Eine der häufigsten Trolltechniken ist die Projektion. Man wirft dem Feind vor, was man selbst bis zum Exzess betreibt. NATO-Regierungen und -medien haben sich wiederholt bei Vorverurteilungen und Falschbeschuldigungen erwischen lassen. Der kriegslüsterne Spiegel-Titel "Stoppt Putin jetzt!" steht noch Jahre danach ohne jede Faktenbasis da. Diplomatisch ein Unding, hätte in Zeiten des ersten Kalten Krieges niemand den Mund derart voll genommen. Seit G.W. Bush verzichtet der Westen jedoch auf jede Raison und stellt Putin® dar, als sei er der Teufel selbst.

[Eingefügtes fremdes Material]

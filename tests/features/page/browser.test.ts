import { expect, it } from 'vitest';
import { browserOf } from '../../../src/components/page/browser';

it.each([
  ['Mozilla/5.0 (X11; Linux x86_64; rv:128.0) Gecko/20100101 Firefox/128.0', 'Firefox on Linux'],
  ['Mozilla/5.0 (Windows NT 10.0; Win64; x64) AppleWebKit/537.36 (KHTML, like Gecko) Chrome/126.0.0.0 Safari/537.36 Edg/126.0.0.0', 'Edge on Windows'],
  ['Mozilla/5.0 (iPhone; CPU iPhone OS 17_5 like Mac OS X) AppleWebKit/605.1.15 (KHTML, like Gecko) Version/17.5 Mobile/15E148 Safari/604.1', 'Safari on iOS'],
  ['curl/8.5.0', 'curl'],
  ['something-else/1.0', 'something-else/1.0'],
  [null, 'not told'],
])('%s', (header, words) => expect(browserOf(header)).toBe(words)); // prettier-ignore
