import { z } from 'zod';
import { versionEntry } from '~/features/versions/contract';
import { readVersion } from '~/features/versions/server';
import { Problem } from '~/server/problem';
import { projectRoute } from '~/server/route';

export const GET = projectRoute(
  {
    action: 'version.view',
    summary: 'A version with its manifest, byte for byte as it was hashed',
    answer: versionEntry.extend({ manifest: z.string() }),
  },
  ({ access, params }) => {
    if (!/^[1-9]\d{0,8}$/.test(params['number'] ?? '')) throw new Problem('UnknownVersion');
    return readVersion(access, Number(params['number']));
  },
);
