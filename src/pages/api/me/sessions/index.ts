import { database } from '~/db/client';
import { sessions } from '~/features/accounts/contract';
import { listSessions, revokeSessions } from '~/features/accounts/session';
import { route } from '~/server/route';

export const GET = route(
  { action: 'account.manage', summary: 'Where I am signed in', answer: sessions },
  async ({ actor, context }) => ({ items: await listSessions(actor, context.locals.session?.id ?? null) }),
);

export const DELETE = route(
  { action: 'account.manage', summary: 'End all my other sessions', status: 204 },
  ({ actor, context }) =>
    revokeSessions(database(), actor.user!.id, context.locals.session?.id ?? null).then(() => undefined),
);
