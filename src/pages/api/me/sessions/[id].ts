import { revokeSession } from '~/features/accounts/session';
import { route } from '~/server/route';

export const DELETE = route(
  { action: 'account.manage', summary: 'End one of my sessions', status: 204 },
  ({ actor, params }) => revokeSession(actor, params['id']!).then(() => undefined),
);
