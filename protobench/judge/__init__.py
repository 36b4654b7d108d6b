"""Verdicts and what a run leaves behind."""

from protobench.judge.record import CaseRecord, DeviationRecord, Exchange, Measurement, RunRecord
from protobench.judge.verdict import (
    KNOWN_DEVIATION,
    NOT_APPLICABLE,
    CaseVerdict,
    Failed,
    Inconclusive,
    NotApplicable,
    Verdict,
)

__all__ = [
    "KNOWN_DEVIATION",
    "NOT_APPLICABLE",
    "CaseRecord",
    "CaseVerdict",
    "DeviationRecord",
    "Exchange",
    "Failed",
    "Inconclusive",
    "Measurement",
    "NotApplicable",
    "RunRecord",
    "Verdict",
]
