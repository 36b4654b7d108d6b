"""What a run of the suite leaves behind: plain records, ready for a report."""

from __future__ import annotations

from dataclasses import dataclass, field


@dataclass(slots=True)
class CaseRecord:
    """One case as judged.

    ``verdict`` is a word of :class:`protobench.judge.verdict.Verdict` or ``not_applicable``;
    ``detail`` holds readable lines on what was sent, expected and received; ``replay`` is the command
    that runs this case again the same way.
    """

    id: str
    level: str
    case_class: str
    purpose: str
    clauses: tuple[str, ...]
    verdict: str
    reason: str
    duration_s: float
    detail: str = ""
    replay: str = ""


@dataclass(slots=True)
class RunRecord:
    """One run: who was judged, where, with which seed, and every case's record.

    ``iut`` and ``environment`` hold JSON values only. ``stopped`` says why a run ended before its last case.
    """

    contract: str
    seed: int
    iut: dict[str, object] = field(default_factory=dict)
    environment: dict[str, object] = field(default_factory=dict)
    cases: list[CaseRecord] = field(default_factory=list)
    stopped: str | None = None

    def count(self, verdict: str) -> int:
        """How many cases have this verdict."""
        return sum(case.verdict == verdict for case in self.cases)
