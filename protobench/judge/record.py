"""What a run of the suite leaves behind: plain records, ready for a report."""

from __future__ import annotations

from collections.abc import Sequence
from dataclasses import dataclass, field


@dataclass(frozen=True, slots=True)
class Exchange:
    """One frame, or raw bytes, that passed in a case.

    ``time_ns``: since the start of the case; ``direction``: ``->`` to the module, ``<-`` from it; ``data``: the bare
    frame or the raw bytes, of what was received no more than some hundred; ``words``: what they say.
    """

    time_ns: int
    direction: str
    data: bytes
    words: str


@dataclass(frozen=True, slots=True)
class Measurement:
    """What a case measured of one quantity: ``values`` in ``unit``, with the limits that its clause sets.

    ``low``, ``high``: None where there is no such limit. ``U``: expanded uncertainty of one value, in ``unit``, with
    coverage factor ``k``. ``decision``: what that says, in words.
    """

    name: str
    clause: str
    unit: str
    values: Sequence[float]
    low: float | None = None
    high: float | None = None
    U: float = 0.0
    k: float = 2.0
    decision: str = ""


@dataclass(slots=True)
class CaseRecord:
    """One case as judged.

    ``verdict`` is a word of :class:`protobench.judge.verdict.Verdict`, ``not_applicable`` or ``known_deviation``;
    ``detail`` holds readable lines on what was sent, expected and received; ``replay`` is the command
    that runs this case again the same way; ``broken`` holds the clauses that its failures name, in the order they
    were seen, an empty string for one that names none; ``exchange`` is what passed up to the verdict, for a case
    that did not pass, and ``ended_ns`` when that was, on the exchange's clock; ``measurements`` what was measured,
    whatever the verdict; ``script`` the path of a script that replays the failure, ``shown_by`` who says so: one of
    ``watch``, ``model``, ``twin``, ``link``, ``case``; ``unrepeated`` what came instead where it did not repeat.
    """

    id: str
    level: str
    case_class: str
    purpose: str
    clauses: tuple[str, ...]
    verdict: str
    reason: str
    duration_s: float
    detail: str = ""
    replay: str = ""
    broken: tuple[str, ...] = ()
    exchange: Sequence[Exchange] = ()
    measurements: Sequence[Measurement] = ()
    ended_ns: int = 0
    script: str = ""
    shown_by: str = ""
    unrepeated: str = ""


@dataclass(frozen=True, slots=True)
class DeviationRecord:
    """One entry of a list of known deviations, and what came of it.

    ``state``: ``known`` (the case fails as listed), ``passed``, ``other`` (it fails otherwise), ``not_applicable``,
    ``expired``, ``unclear`` (inconc or error), or ``not_judged``. ``expires``: ISO 8601 date.
    """

    case: str
    clause: str | None
    reason: str
    owner: str
    expires: str
    state: str
    message: str

    @property
    def stale(self) -> bool:
        """Whether the list is wrong here, which fails the run."""
        return self.state in ("passed", "other", "not_applicable", "expired")


@dataclass(slots=True)
class RunRecord:
    """One run: who was judged, where, with which seed, and every case's record.

    ``iut`` and ``environment`` hold JSON values only. ``stopped`` says why a run ended before its last case.
    ``deviations`` is None when the run was judged without a list of known ones.
    """

    contract: str
    seed: int
    iut: dict[str, object] = field(default_factory=dict)
    environment: dict[str, object] = field(default_factory=dict)
    cases: list[CaseRecord] = field(default_factory=list)
    stopped: str | None = None
    deviations: list[DeviationRecord] | None = None

    def count(self, verdict: str) -> int:
        """How many cases have this verdict."""
        return sum(case.verdict == verdict for case in self.cases)
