def _close_another(bench: Bench, bonded: int) -> int | None:
    """Close the bond of another face that has a neighbour; its place, or None where there is none."""
    for place, face in enumerate(bench.a.status()["faces"]):
        if place != bonded and face.neighbour:
            bench.a.ended(bench.a.move("bond", face=place), "done", "none", "MOT-18")
            return place
    return None


@case(
    "MOT.bond-nothing",
    "inopportune",
    "bond towards nothing ends failed, cause no-neighbour, and the face stays open.",
    clauses=["MOT-18"],
    needs="bonds",
)
def test_bond_nothing(bench: Bench) -> None:
    a = bench.a
    a.make_ready(20_000)
    faces = [place for place, face in enumerate(a.status()["faces"]) if not face.bonded]
    seen = set()
    for face in faces:
        move = a.move("bond", face=face)
        outcome = a.outcome(move)
        a.confirm(outcome)
        ending = (outcome["outcome"], outcome["cause"])
        if ending not in (("done", "none"), ("failed", "no-neighbour")):
            raise Failed(f"bond of an open face ended {ending}", clause="MOT-18")
        if (face in _bonded(a)) != (ending[0] == "done"):
            raise Failed(f"bond of face {face} ended {ending[0]}, its record says otherwise", clause="MOT-18")
        seen.add(ending[0])
        if ending[0] == "done":
            a.ended(a.move("unbond", face=face), "done", "none", "MOT-18")
    if "failed" not in seen:
        raise NotApplicable("every face has a neighbour")


@case(
    "MOT.no-strays",
    "valid",
    "Two motions that are made leave nothing behind: no outcome more, no motion more.",
    clauses=["ACK-07", "MOT-19"],
    needs="travel",
)
def test_no_strays(bench: Bench) -> None:
    a = bench.a
    a.make_ready()
    moves = [a.move()]
    a.ended(moves[0], "done", "none", "MOT-04")
    moves.append(a.move())
    a.ended(moves[1], "done", "none", "MOT-04")
    position = a.status()["position"]
    bench.port.wait_ms(bench.longest_ms + 250)
    for move in moves:
        if bench.port.take_all(lambda received, move=move: is_outcome_of(received, move)):  # type: ignore[misc]
            raise Failed("a confirmed outcome came again", clause="ACK-07")
    if a.status()["position"] != position:
        raise Failed("the module moved without being told", clause="MOT-19")
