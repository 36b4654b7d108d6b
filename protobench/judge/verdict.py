"""Verdicts, in the sense of ISO/IEC 9646 and ES 201 873-1: a case's verdict only ever worsens."""

from __future__ import annotations

import enum


class Verdict(enum.IntEnum):
    """Verdicts in order of severity; merging two is taking the greater."""

    NONE = 0
    PASS = 1
    INCONC = 2
    FAIL = 3
    ERROR = 4

    @property
    def word(self) -> str:
        """The verdict as it stands in reports: ``none``, ``pass``, ``inconc``, ``fail`` or ``error``."""
        return self.name.lower()


NOT_APPLICABLE = "not_applicable"
KNOWN_DEVIATION = "known_deviation"  # a fail that a list of known deviations expects


class CaseVerdict(Exception):  # noqa: N818 - it carries a verdict, not always an error
    """Raised inside a case to end it with a verdict other than ``pass``.

    ``reason`` is one line; ``detail`` says, readably, what was sent, expected and received.
    """

    verdict = Verdict.ERROR

    def __init__(self, reason: str, *, clause: str | None = None, detail: str = "") -> None:
        super().__init__(reason if clause is None else f"{clause}: {reason}")
        self.reason = reason
        self.clause = clause
        self.detail = detail


class Failed(CaseVerdict):
    """Non-conformance was observed."""

    verdict = Verdict.FAIL


class Inconclusive(CaseVerdict):
    """Neither conformance nor non-conformance could be shown."""

    verdict = Verdict.INCONC


class NotApplicable(Exception):  # noqa: N818 - an outcome of selection, not an error
    """The module, as it describes itself or as it is, gives this case nothing to judge; the message says why.

    ``item``: the item of the conformance statement from which that follows, such as ``sizes.queue``; None where it
    follows from none.
    """

    def __init__(self, reason: str, *, item: str | None = None) -> None:
        super().__init__(reason)
        self.item = item
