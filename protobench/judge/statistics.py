"""What a number of trials shows: exact binomial limits, the success-run theorem, Wald's sequential test.

Trials are taken to be independent and alike. Counts are whole numbers; shares and confidences lie between 0 and 1.
ValueError names the argument, its value and the rule.
"""

from __future__ import annotations

import math
from dataclasses import dataclass

TRIALS_MAX = 10_000_000


def binomial_limits(count: int, trials: int, confidence: float) -> tuple[float, float]:
    """The two-sided exact limits of a share after ``count`` of ``trials`` (Clopper and Pearson, 1934)."""
    tail = (1 - _share("confidence", confidence)) / 2
    return lower_limit(count, trials, 1 - tail), upper_limit(count, trials, 1 - tail)


def lower_limit(count: int, trials: int, confidence: float) -> float:
    """The share that is at least there, with this one-sided confidence."""
    from scipy.stats import beta  # noqa: PLC0415 - slow to import

    _counts(count, trials)
    _share("confidence", confidence)
    return float(beta.ppf(1 - confidence, count, trials - count + 1)) if count else 0.0


def upper_limit(count: int, trials: int, confidence: float) -> float:
    """The share that is at most there, with this one-sided confidence."""
    return 1 - lower_limit(trials - count, trials, confidence)


def tail_probability(count: int, trials: int, share: float) -> float:
    """The probability of ``count`` or more in ``trials`` when each comes with probability ``share``."""
    from scipy.stats import binom  # noqa: PLC0415

    _counts(count, trials)
    return float(binom.sf(count - 1, trials, share))


def trials_needed(reliability: float, confidence: float, failures: int = 0) -> int:
    """How many trials, with at most this many failures among them, show a reliability (success-run theorem).

    With no failure the smallest n for which reliability^n is at most 1 - confidence.
    """
    from scipy.stats import binom  # noqa: PLC0415

    _share("reliability", reliability)
    _share("confidence", confidence)
    if failures < 0:
        raise ValueError(f"failures = {failures}: not less than 0")
    needed = math.log1p(-confidence) / math.log(reliability)
    if needed > TRIALS_MAX:
        raise ValueError(
            f"reliability = {reliability} with confidence = {confidence} needs {needed:.3g} trials; "
            f"more than {TRIALS_MAX} are not made"
        )
    trials = max(1, math.ceil(needed * (1 - 1e-12)))
    while binom.cdf(failures, trials, 1 - reliability) > (1 - confidence) * (1 + 1e-12):
        trials += 1
    return trials


@dataclass(frozen=True, slots=True)
class SequentialTest:
    """Wald's sequential test of a share of failures: ``good`` against ``bad``, with the risks of a wrong decision.

    ``alpha``: of rejecting what is good; ``beta``: of accepting what is bad (Wald, Sequential Analysis, 1947).
    """

    good: float
    bad: float
    alpha: float
    beta: float

    def __post_init__(self) -> None:
        for name in ("good", "bad", "alpha", "beta"):
            _share(name, getattr(self, name))
        if not self.good < self.bad:
            raise ValueError(f"good = {self.good}: less than bad = {self.bad}")

    def decide(self, failures: int, trials: int) -> str:
        """``accept``, ``reject`` or ``go on`` after so many."""
        _counts(failures, trials)
        weight = failures * math.log(self.bad / self.good) + (trials - failures) * math.log(
            (1 - self.bad) / (1 - self.good)
        )
        if weight >= math.log((1 - self.beta) / self.alpha):
            return "reject"
        return "accept" if weight <= math.log(self.beta / (1 - self.alpha)) else "go on"


def _share(name: str, value: float) -> float:
    if not 0 < value < 1:
        raise ValueError(f"{name} = {value}: between 0 and 1, neither included")
    return value


def _counts(count: int, trials: int) -> None:
    if trials < 1:
        raise ValueError(f"trials = {trials}: at least 1")
    if not 0 <= count <= trials:
        raise ValueError(f"count = {count}: from 0 to the number of trials, {trials}")
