"""Verdicts and what a run leaves behind."""

from protobench.judge.record import CaseRecord, RunRecord
from protobench.judge.verdict import (
    NOT_APPLICABLE,
    CaseVerdict,
    Failed,
    Inconclusive,
    NotApplicable,
    Verdict,
)

__all__ = [
    "NOT_APPLICABLE",
    "CaseRecord",
    "CaseVerdict",
    "Failed",
    "Inconclusive",
    "NotApplicable",
    "RunRecord",
    "Verdict",
]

Wahrscheinlich kein Zweifel

Die Anschuldigungen sind äußerst aggressiv, dabei könnte Russland das Ganze als "Innere Angelegenheit" abtun. Selbst wenn es einen Grund gibt, einen Doppelagenten zu töten, der zuvor freigelassen worden war, ist das wohl eher kein Grund, nach dem Bündnisfall zu schreien, wie die "Zeit" es sich dennoch nicht hat nehmen lassen. Da will sich offenbar jemand ein Sarajevo basteln. Gut, dass Russland sich davon nicht provozieren lässt. Wie danken es ihm der POTUS und seine Q-presse?
"Die Vorwürfe: immer dreistere boshafte Aktivitäten der russischen Regierung - überall in der Welt."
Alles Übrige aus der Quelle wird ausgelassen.